May 12 2009

Test Your Backups

Successful backup and recovery can save an organization from headaches when disaster strikes.

Everyone in IT knows how important backups are. They can save an organization money and time — and possibly even the network admin’s job. But it’s imperative that after backing up important files, you make certain you can actually do a successful recovery. If your backups are corrupt or not functioning properly and you’re asked to restore the entire accounting database because of a glitch in the software, you will be thankful that you have done regular restores to test your backups. Too many organizations assume their backups are solid, and learn otherwise when disaster hits.

First, let me describe my backup system. I back up all of my data to a server that has 20 1-terabyte drives in a RAID 6 configuration. If you set one as a hot spare, then you have about 17TB of hard-drive space and can afford to lose two drives at once without data failure. I use rsync scripts to perform daily backups of all of my servers, then store the backups in a folder for that day of the week. These backups happen during off-peak hours. Every week, rsync will look for changes between the previous week’s backup and the current week’s backup and sync the two. If you delete a file from your main file server, rsync knows to also delete it from the backup server. Once the data is on my backup server, I send it offsite in two different ways. I rsync the data to a hosted server that I rent rack space from and I also copy the data to removable media, which goes to my bank vault.

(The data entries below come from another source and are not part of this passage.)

/// How a study is to be run.
#[derive(Debug, Clone, PartialEq)]
pub struct StudyOptions {
    pub chart: VariablesChart,
    /// Subgroups (numbered from 1 in input order) to leave out before anything is computed,
    /// because their assignable cause is already known.
    pub exclude: Vec<usize>,
    /// Exclude out-of-control subgroups and recompute, repeatedly, until none remain.
    pub auto_exclude: bool,
    /// Cap on automatic rounds of exclusion.
    pub max_iterations: usize,
    /// How far from the centre, in standard errors of the plotted statistic, a subgroup must
    /// fall to be excluded automatically (3 = at the control limits).
    pub exclusion_sigmas: f64,
    /// Exclude subgroups automatically for their dispersion (range, standard deviation or
    /// moving range) as well as for their location.
    pub exclude_on_dispersion: bool,
    /// At most this fraction of the baseline may be excluded automatically; a study that would
    /// exclude more stops and says the baseline was not stable.
    pub max_excluded_fraction: f64,
    /// How sigma is estimated from the subgroups (by default the chart's published estimator).
    pub sigma_estimator: variables::SigmaEstimator,
}

impl StudyOptions {
    /// A study on `chart` with no exclusions, and the default cap of 10 rounds.
    pub fn new(chart: VariablesChart) -> Self {
        StudyOptions {
            chart,
            exclude: Vec::new(),
            auto_exclude: false,
            max_iterations: 10,
            exclusion_sigmas: 3.0,
            exclude_on_dispersion: true,
            max_excluded_fraction: 1.0,
            sigma_estimator: variables::SigmaEstimator::Auto,
        }
    }
}

/// One subgroup left out of the final limits, and why.
#[derive(Debug, Clone, PartialEq, Serialize, serde::Deserialize)]
#[serde(deny_unknown_fields)]
pub struct Exclusion {
    /// Subgroup number, from 1 in input order.
    pub subgroup: usize,
    /// Plain-words reason, with the value and the limit it crossed.
    pub reason: String,
    /// 0 when excluded on request; otherwise the round of trial limits it fell outside.
    pub iteration: usize,
}

/// The limits of one round of the study.
#[derive(Debug, Clone, PartialEq, Serialize)]
pub struct Trial {
    /// Round number, from 1.
    pub iteration: usize,
    pub subgroups_used: usize,
    pub sigma_within: f64,
    /// Location limits at the nominal subgroup size.
    pub location: Limits,
    /// Dispersion limits at the nominal subgroup size.
    pub dispersion: Limits,
}

/// One subgroup as the final study sees it.
#[derive(Debug, Clone, PartialEq, Serialize)]
pub struct StudyPoint {
    pub subgroup: usize,
    #[serde(flatten)]
    pub stats: PointStats,
    pub included: bool,
    /// Final location limits for this subgroup's size.
    pub location: Limits,
    /// Final dispersion limits for this subgroup's size.
    pub dispersion_limits: Limits,
}

/// Whether the baseline showed a stable process: capability assumes one.
#[derive(Debug, Clone, PartialEq, Serialize)]
pub struct Stability {
    /// Enough subgroups were used to judge (20, common practice for a baseline).
    pub judged: bool,
    /// Included subgroups (numbered from 1) beyond the study's own 3-sigma limits, on either
    /// chart.
    pub beyond_trial_limits: Vec<usize>,
}

/// The autocorrelation of the plotted points (included subgroups, in order): Shewhart limits
/// and every ARL assume independent points.
#[derive(Debug, Clone, Copy, PartialEq, Serialize)]
pub struct Autocorrelation {
    /// Lag-1 and lag-2 sample autocorrelations, r_k = Σ(x_t − x̄)(x_{t+k} − x̄) / Σ(x_t − x̄)²
    /// (Box and Jenkins; the estimator of common reference libraries).
    pub lag1: f64,
    pub lag2: f64,
    /// The approximate 95% bound for independent points, 1.96/√N.
    pub bound: f64,
    /// Either lag beyond the bound.
    pub significant: bool,
}

/// The sample autocorrelations at lags 1 and 2 of `x`, with the bound 1.96/√N; `None` for
/// fewer than 4 points or points that do not vary.
pub fn autocorrelation(x: &[f64]) -> Option<Autocorrelation> {
    let n = x.len();
    if n < 4 {
        return None;
    }
    let m = x.iter().sum::<f64>() / n as f64;
    let d: Vec<f64> = x.iter().map(|v| v - m).collect();
    let c0: f64 = d.iter().map(|v| v * v).sum();
    if c0 <= 0.0 {
        return None;
    }
    let r = |k: usize| d.windows(k + 1).map(|w| w[0] * w[k]).sum::<f64>() / c0;
    let (lag1, lag2) = (r(1), r(2));
    let bound = 1.96 / (n as f64).sqrt();
    Some(Autocorrelation {
        lag1,
        lag2,
        bound,
        significant: lag1.abs() > bound || lag2.abs() > bound,
    })
}

/// The outcome of a baseline study.
#[derive(Debug, Clone, PartialEq, Serialize)]
pub struct Study {
    pub chart: VariablesChart,
    /// The most common subgroup size; the limits in `location` and `dispersion` are for it.
    pub subgroup_size: usize,
    /// Smallest and largest subgroup sizes seen (equal when the size is constant).
    pub subgroup_size_range: (usize, usize),
    pub subgroups_total: usize,
    pub subgroups_used: usize,
    pub excluded: Vec<Exclusion>,
    pub estimate: Estimate,
    pub location: Limits,
    pub dispersion_kind: DispersionKind,
    pub dispersion: Limits,
    pub trials: Vec<Trial>,
    pub points: Vec<StudyPoint>,
    pub stability: Stability,
    pub autocorrelation: Option<Autocorrelation>,
    pub warnings: Vec<String>,
}

impl Study {
    /// Numbers (from 1) of the subgroups the final limits were computed from.
    pub fn used_subgroups(&self) -> Vec<usize> {
        self.points
            .iter()
            .filter(|p| p.included)
            .map(|p| p.subgroup)
            .collect()
    }

    /// Every included reading, for capability.
    pub fn included_readings(&self, subgroups: &[Vec<f64>]) -> Vec<f64> {
        self.points
            .iter()
            .filter(|p| p.included)
            .flat_map(|p| subgroups[p.subgroup - 1].iter().copied())
            .collect()
    }
}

When testing your backups, first set up a rotation schedule for your servers that dictates when you are going to attempt a restore. Pick a certain database or file server and set up a monthly time when you are going to run the restore for that server. I try to do some sort of restore for every system at least once a month. Second, you do not have to restore all 2TB of your main file server. Pick a few folders randomly throughout the file server to restore. Typically, if a backup goes bad, everything inside the backup will go bad. Third, do not throw away your old, out-of-warranty hardware. That old server is the perfect workhorse on which to test your restores. VMware is another option, if you have that available to you.

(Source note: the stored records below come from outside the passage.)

#[test]
fn metrics_count_what_the_cell_did_and_pass_promtool() {
    let dir = tempfile::tempdir().unwrap();
    let port = free_port();
    let cfg = cell(dir.path(), port, free_port());
    let daemon = common::InProcess::start(&cfg);
    wait_for_port(port);
    // Eight parts: the first four in control, the last four far above the limits.
    let mut report = String::from("Serial,Bore\n");
    for i in 0..8 {
        let v = if i < 4 { 12.001 } else { 12.02 };
        report.push_str(&format!("VB{i:03},{v}\n"));
    }
    report.push_str("VB099,12.0O1\n");
    std::fs::write(dir.path().join("inbox/r1.csv"), report).unwrap();
    common::wait(
        "two subgroups in the metrics",
        Duration::from_secs(20),
        || {
            let text = get(port, "/metrics").1;
            sample(
                &text,
                "linewarden_subgroups_checked_total{characteristic=\"bore\"}",
            ) == Some(2.0)
        },
    );
    let text = get(port, "/metrics").1;
    for (series, want) in [
        (
            "linewarden_readings_accepted_total{source=\"folder:cmm\"}",
            8.0,
        ),
        (
            "linewarden_readings_rejected_total{source=\"folder:cmm\"}",
            1.0,
        ),
        ("linewarden_source_up{source=\"folder:cmm\"}", 1.0),
        (
            "linewarden_violations_total{characteristic=\"bore\",rule=\"beyond-limits\",severity=\"stop\"}",
            1.0,
        ),
        ("linewarden_open_alerts{severity=\"stop\"}", 1.0),
        ("linewarden_unacknowledged_stop_alerts", 1.0),
        ("linewarden_archive_writable", 1.0),
        ("linewarden_build_info{version=\"0.1.0\"}", 1.0),
    ] {
        assert_eq!(sample(&text, series), Some(want), "{series} in\n{text}");
    }
    for series in [
        "linewarden_archive_durable_sequence",
        "linewarden_archive_size_bytes",
        "linewarden_archive_disk_free_bytes",
        "linewarden_engine_loop_lag_seconds",
    ] {
        let v = sample(&text, series).unwrap_or_else(|| panic!("{series} in\n{text}"));
        assert!(v >= 0.0, "{series} {v}");
    }
    common::wait("the readings durable", Duration::from_secs(20), || {
        // (The folder source makes each report durable with an explicit flush: that moves
        // the durable sequence as well as the group commit's syncs.)
        sample(
            &get(port, "/metrics").1,
            "linewarden_archive_durable_sequence",
        )
        .is_some_and(|n| n >= 9.0)
    });
    common::wait("a failed delivery counted", Duration::from_secs(20), || {
        sample(
            &get(port, "/metrics").1,
            "linewarden_output_delivery_failures_total{output=\"light\"}",
        )
        .is_some_and(|n| n >= 1.0)
    });
    // No value, part or subgroup number is ever a label (cardinality stays bounded).
    for l in text.lines().filter(|l| !l.starts_with('#')) {
        assert!(!l.contains("VB0") && !l.contains("12.02"), "{l}");
    }
    promtool_check(&get(port, "/metrics").1);
    // A scraper that asks for OpenMetrics gets it.
    let om = get_with(
        port,
        "/metrics",
        "Accept: application/openmetrics-text;version=1.0.0,text/plain;q=0.5\r\n",
    )
    .1;
    assert!(om.ends_with("# EOF\n"), "{om}");
    assert!(om.contains("# TYPE linewarden_build info"), "{om}");

    assert_eq!(get(port, "/healthz"), (200, "alive\n".to_string()));
    assert_eq!(get(port, "/readyz"), (200, "ready\n".to_string()));
    assert_eq!(get(port, "/no-such-page").0, 404);
    daemon.stop();
}

/// `promtool check metrics` on the text, when promtool is installed (CI installs it and sets
/// LINEWARDEN_REQUIRE_PROMTOOL=1).
fn promtool_check(text: &str) {
    let Ok(mut child) = std::process::Command::new("promtool")
        .args(["check", "metrics"])
        .stdin(std::process::Stdio::piped())
        .stdout(std::process::Stdio::piped())
        .stderr(std::process::Stdio::piped())
        .spawn()
    else {
        assert!(
            std::env::var("LINEWARDEN_REQUIRE_PROMTOOL").is_err(),
            "promtool is required here (apt-get install prometheus)"
        );
        eprintln!("promtool not installed: the metrics text was not checked by it");
        return;
    };
    child
        .stdin
        .take()
        .unwrap()
        .write_all(text.as_bytes())
        .unwrap();
    let out = child.wait_with_output().unwrap();
    assert!(
        out.status.success(),
        "promtool check metrics:\n{}{}\non\n{text}",
        String::from_utf8_lossy(&out.stdout),
        String::from_utf8_lossy(&out.stderr)
    );
}

#[test]
fn garbage_oversized_and_silent_clients_do_not_stop_the_endpoint() {
    let dir = tempfile::tempdir().unwrap();
    let port = free_port();
    let cfg = cell(dir.path(), port, free_port());
    let daemon = common::InProcess::start(&cfg);
    wait_for_port(port);
    // A client that connects and says nothing, kept open throughout.
    let _silent = TcpStream::connect(("127.0.0.1", port)).unwrap();
    // Bytes that are not HTTP.
    let mut g = TcpStream::connect(("127.0.0.1", port)).unwrap();
    g.set_read_timeout(Some(Duration::from_secs(10))).unwrap();
    g.write_all(b"\x16\x03\x01\x02\x00\x01\x00\x01\xfc\x03\x03 not http\r\n\r\n")
        .unwrap();
    let mut answer = Vec::new();
    let _ = g.read_to_end(&mut answer);
    let answer = String::from_utf8_lossy(&answer);
    assert!(
        answer.is_empty() || answer.starts_with("HTTP/1.1 400"),
        "{answer}"
    );
    // A header of a megabyte.
    let mut big = TcpStream::connect(("127.0.0.1", port)).unwrap();
    big.set_read_timeout(Some(Duration::from_secs(10))).unwrap();
    let head = format!(
        "GET /metrics HTTP/1.1\r\nHost: x\r\nX-Filler: {}\r\n\r\n",
        "a".repeat(1 << 20)
    );
    let _ = big.write_all(head.as_bytes());
    let mut answer = Vec::new();
    let _ = big.read_to_end(&mut answer);
    let answer = String::from_utf8_lossy(&answer);
    assert!(
        answer.is_empty()
            || answer.starts_with("HTTP/1.1 431")
            || answer.starts_with("HTTP/1.1 400"),
        "{}",
        &answer[..answer.len().min(200)]
    );
    // A hundred requests at once, and the daemon still answers and still works.
    let many: Vec<_> = (0..100)
        .map(|_| std::thread::spawn(move || get(port, "/metrics").0))
        .collect();
    for t in many {
        assert_eq!(t.join().unwrap(), 200);
    }
    assert_eq!(get(port, "/healthz").0, 200);
    assert!(!daemon.is_finished());
    daemon.stop();
}

#[test]
fn a_port_already_taken_stops_the_start_with_the_address_named() {
    let dir = tempfile::tempdir().unwrap();
    let taken = std::net::TcpListener::bind("127.0.0.1:0").unwrap();
    let port = taken.local_addr().unwrap().port();
    let cfg = cell(dir.path(), port, free_port());
    let cfg = linewarden::config::load(&cfg).unwrap();
    let err = common::try_run_daemon(cfg).unwrap_err().to_string();
    assert!(
        err.contains(&format!("127.0.0.1:{port}")) && err.contains("[web]"),
        "{err}"
    );
}

/// Reads from an event stream until `want` appears or `limit` passes; what was read.
fn read_for(s: &mut TcpStream, want: &str, limit: Duration) -> String {
    let start = std::time::Instant::now();
    let mut got = Vec::new();
    let mut buf = [0u8; 4096];
    s.set_read_timeout(Some(Duration::from_millis(100)))
        .unwrap();
    while start.elapsed() < limit {
        match s.read(&mut buf) {
            Ok(0) => break,
            Ok(n) => got.extend_from_slice(&buf[..n]),
            Err(_) => {}
        }
        if String::from_utf8_lossy(&got).contains(want) {
            break;
        }
    }
    String::from_utf8_lossy(&got).into_owned()
}

fn open_events(port: u16, last: Option<&str>) -> TcpStream {
    let mut s = TcpStream::connect(("127.0.0.1", port)).unwrap();
    let resume = last.map_or(String::new(), |id| format!("Last-Event-ID: {id}\r\n"));
    write!(
        s,
        "GET /events HTTP/1.1\r\nHost: 127.0.0.1:{port}\r\nAccept: text/event-stream\r\n{resume}\r\n"
    )
    .unwrap();
    s
}

#[test]
fn event_streams_resume_by_id_and_a_stalled_one_holds_nothing_up() {
    let dir = tempfile::tempdir().unwrap();
    let port = free_port();
    let cfg = cell(dir.path(), port, free_port());
    let daemon = common::InProcess::start(&cfg);
    wait_for_port(port);
    // A fresh stream is told where things stand at once, with an id.
    let mut first = open_events(port, None);
    let text = read_for(&mut first, "\n\n", Duration::from_secs(5));
    assert!(text.contains("event: changed"), "{text}");
    let id = text
        .lines()
        .find_map(|l| l.strip_prefix("id: "))
        .unwrap_or_else(|| panic!("an id in {text}"))
        .trim()
        .to_string();
    // Resuming from that id: nothing new, nothing sent; from an old id: told at once.
    let mut same = open_events(port, Some(&id));
    let quiet = read_for(&mut same, "event: changed", Duration::from_millis(1500));
    assert!(!quiet.contains("event: changed"), "{quiet}");
    let mut old = open_events(port, Some("1"));
    assert!(
        read_for(&mut old, "event: changed", Duration::from_secs(5)).contains("event: changed")
    );

    // Fifty streams that never read, while a report goes through: the cell carries on, and
    // a stream that reads hears of it.
    let _stalled: Vec<TcpStream> = (0..50).map(|_| open_events(port, None)).collect();
    let mut report = String::from("Serial,Bore\n");
    for i in 0..400 {
        report.push_str(&format!("VB{i:04},{}\n", 12.0 + (i % 5) as f64 * 0.001));
    }
    std::fs::write(dir.path().join("inbox/big.csv"), report).unwrap();
    common::wait("the report through", Duration::from_secs(30), || {
        sample(
            &get(port, "/metrics").1,
            "linewarden_subgroups_checked_total{characteristic=\"bore\"}",
        ) == Some(100.0)
    });
    let news = read_for(&mut same, "event: changed", Duration::from_secs(5));
    assert!(news.contains("event: changed"), "{news}");
    daemon.stop();
}

#[test]
fn after_a_reload_the_page_shows_the_characteristics_configured_now() {
    let dir = tempfile::tempdir().unwrap();
    let port = free_port();
    let cfg = cell(dir.path(), port, free_port());
    let text = std::fs::read_to_string(&cfg).unwrap();
    let with_face = text.replace(
        "[[source]]",
        "[[characteristic]]\nid = \"face\"\nname = \"Face height\"\nsubgroup = { size = 1 }\nlearning = { subgroups = 20 }\n\n[[source]]",
    );
    std::fs::write(&cfg, &with_face).unwrap();
    let daemon = common::InProcess::start(&cfg);
    wait_for_port(port);
    let page = get(port, "/").1;
    assert!(
        page.contains("data-characteristic=\"face\"")
            && page.contains("data-characteristic=\"bore\""),
        "{page}"
    );
    // The face height goes, the port depth comes.
    std::fs::write(
        &cfg,
        with_face
            .replace("id = \"face\"", "id = \"port\"")
            .replace("Face height", "Port depth"),
    )
    .unwrap();
    daemon.reload();
    common::wait(
        "the page follows the reload",
        Duration::from_secs(10),
        || {
            let page = get(port, "/").1;
            page.contains("data-characteristic=\"port\"")
                && !page.contains("data-characteristic=\"face\"")
        },
    );
    assert_eq!(get(port, "/c/face").0, 404);
    assert_eq!(get(port, "/c/port").0, 200);
    daemon.stop();
}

It’s also important to test all of your backups, not just the one you use most often. I use three different forms of backup: one onsite and two offsite. If disaster hits and my onsite is destroyed, then I better be sure that my offsite backups are verified and working. I always run a test restore on my removable media before I send it to the bank vault.

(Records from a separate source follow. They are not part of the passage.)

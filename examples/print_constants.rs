//! Prints the computed control-chart constants for subgroup sizes 2..=25 (or up to the size
//! given as the first argument), for comparison with printed tables.
fn main() {
    let max: usize = std::env::args()
        .nth(1)
        .and_then(|a| a.parse().ok())
        .unwrap_or(25);
    println!(
        "  n     d2      d3      c4      A2     A3     B3     B4     B5     B6     D1     D2     D3     D4     E2"
    );
    for n in 2..=max {
        let f = linewarden::stats::factors(n).expect("sizes 2..=100 are supported");
        println!(
            "{:>3} {:.4} {:.4} {:.4} {:.3} {:.3} {:.3} {:.3} {:.3} {:.3} {:.3} {:.3} {:.3} {:.3} {:.3}",
            n, f.d2, f.d3, f.c4, f.A2, f.A3, f.B3, f.B4, f.B5, f.B6, f.D1, f.D2, f.D3, f.D4, f.E2
        );
    }
}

I typically keep a Linux and Windows base image loaded on my servers to test my backups. This lets me test both MySQL and SQL along with other programs that are OS specific. The hardware really does not matter because most people back up only the data and not all of the OS files. So as long as your data is backed up, you shouldn’t mind rebuilding a server from scratch because you have those resources available to you and they are easy to duplicate.

On my main backup server, I have a scheduled job that runs during the day that copies data from the backup server to my test backup servers, depending on which week it is. Rsync is my tool of choice to accomplish the copy. Follow this plan, and you can attach that database to your test SQL server or try to access some of the files you have restored.

I cannot stress enough how important it is to test your backups — it’s just as important as the backup itself. If you haven’t been testing your backups, start now. No one wants to think about disaster. But should it happen, a little work now can save a lot of work later — and possibly even save your job.

Justin Dover is network administrator at Harpeth Hall School in Nashville, Tenn.